### Activity
Whenever a line of the records below contains the word "terms", copy that line.
***** Material to process
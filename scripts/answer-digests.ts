// SHA-256 of every byte a comparison produces, for a before/after check of a
// change that must not move any number: the answer (without its id and time),
// and the request and result texts as the SQLite audit row stores them, each
// computed on the main thread and on a worker of the pool. Run it on both
// commits and diff the output.
//   npx tsx scripts/answer-digests.ts
import { createHash } from 'node:crypto';
import { mkdtempSync, rmSync } from 'node:fs';
import { tmpdir } from 'node:os';
import { join } from 'node:path';
import Database from 'better-sqlite3';
import { defaultConfig } from '../src/config.ts';
import { openAuditStore } from '../src/audit/open.ts';
import { buildApp } from '../src/http/app.ts';
import { demoComparison } from './demo-data.ts';

const sha = (text: string) => createHash('sha256').update(text).digest('hex').slice(0, 20);

function bodies(): [string, object][] {
  const demo = demoComparison();
  const cols = demo.data.columns as Record<string, (number | string)[]>;
  const n = cols.shrinkage.length;
  const w = Array.from({ length: n }, (_, i) => 0.5 + (i % 7) / 4);
  return [
    ['demo', demo],
    ['demo 300 rows', demoComparison(300)],
    ['demo 40 rows', demoComparison(40)],
    ['demo, predictions and confidence-set averaging', {
      ...demo,
      options: { average: 'confidenceSet', predict: { columns: { peakTemp: [1190, 1230], moisture: [5.5, 6.5], kiln: ['east', 'west'], holdMinutes: [30, 45] } } },
    }],
    ['demo, weighted', { ...demo, data: { columns: { ...cols, w } }, weights: 'w', options: { rankBy: 'bic' } }],
    ['demo, glm and nonlinear beside least squares', {
      ...demo,
      candidates: [
        ...demo.candidates.slice(0, 2),
        { name: 'gamma-log', terms: ['peakTemp', 'moisture'], family: 'gamma', link: 'log' },
        { name: 'saturating', expression: 'a + b*exp(-c*(peakTemp - 1150)/100)', start: { a: 5, b: 1, c: 1 } },
      ],
    }],
    ['demo, life distributions', {
      ...demo,
      candidates: [{ name: 'weibull', distribution: 'weibull', terms: ['peakTemp'] }, { name: 'lognormal', distribution: 'lognormal', terms: ['peakTemp'] }],
    }],
  ];
}

async function run(where: string, inlineWork: number) {
  const dir = mkdtempSync(join(tmpdir(), 'parsimetry-digests-'));
  const config = defaultConfig({ auditDb: join(dir, 'audit.sqlite'), rateLimitPerMinute: 1e9, eventLoopMaxDelayMs: 0, computeInlineWork: inlineWork });
  const store = await openAuditStore(config.auditDb);
  const app = await buildApp({ config, store, logger: false });
  const ids: [string, string][] = [];
  for (const [name, payload] of bodies()) {
    const r = await app.inject({ method: 'POST', url: '/v1/comparisons', payload });
    if (r.statusCode !== 200) {
      console.log(`${where.padEnd(7)} ${name.padEnd(48)} status ${r.statusCode} ${sha(r.body)}`);
      continue;
    }
    const { id, createdAt: _t, ...rest } = r.json() as Record<string, unknown>;
    const answer = r.body.replace(`"id":"${id}"`, '').replace(/"createdAt":"[^"]*"/, '');
    ids.push([name, id as string]);
    console.log(`${where.padEnd(7)} ${name.padEnd(48)} answer ${sha(answer)} parsed ${sha(JSON.stringify(rest))}`);
  }
  await app.close();
  await store.close();
  const db = new Database(config.auditDb, { readonly: true });
  const row = db.prepare('SELECT request, result, request_digest FROM audit_records WHERE id = ?');
  for (const [name, id] of ids) {
    const { request, result, request_digest } = row.get(id) as { request: string; result: string; request_digest: string };
    console.log(`${where.padEnd(7)} ${name.padEnd(48)} stored request ${sha(request)} result ${sha(result)} digest ${request_digest.slice(0, 20)}`);
  }
  db.close();
  rmSync(dir, { recursive: true, force: true });
}

await run('inline', 1e12);
await run('pooled', 0);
**********
### Exercise output
        { name: 'gamma-log', terms: ['peakTemp', 'moisture'], family: 'gamma', link: 'log' },
      candidates: [{ name: 'weibull', distribution: 'weibull', terms: ['peakTemp'] }, { name: 'lognormal', distribution: 'lognormal', terms: ['peakTemp'] }],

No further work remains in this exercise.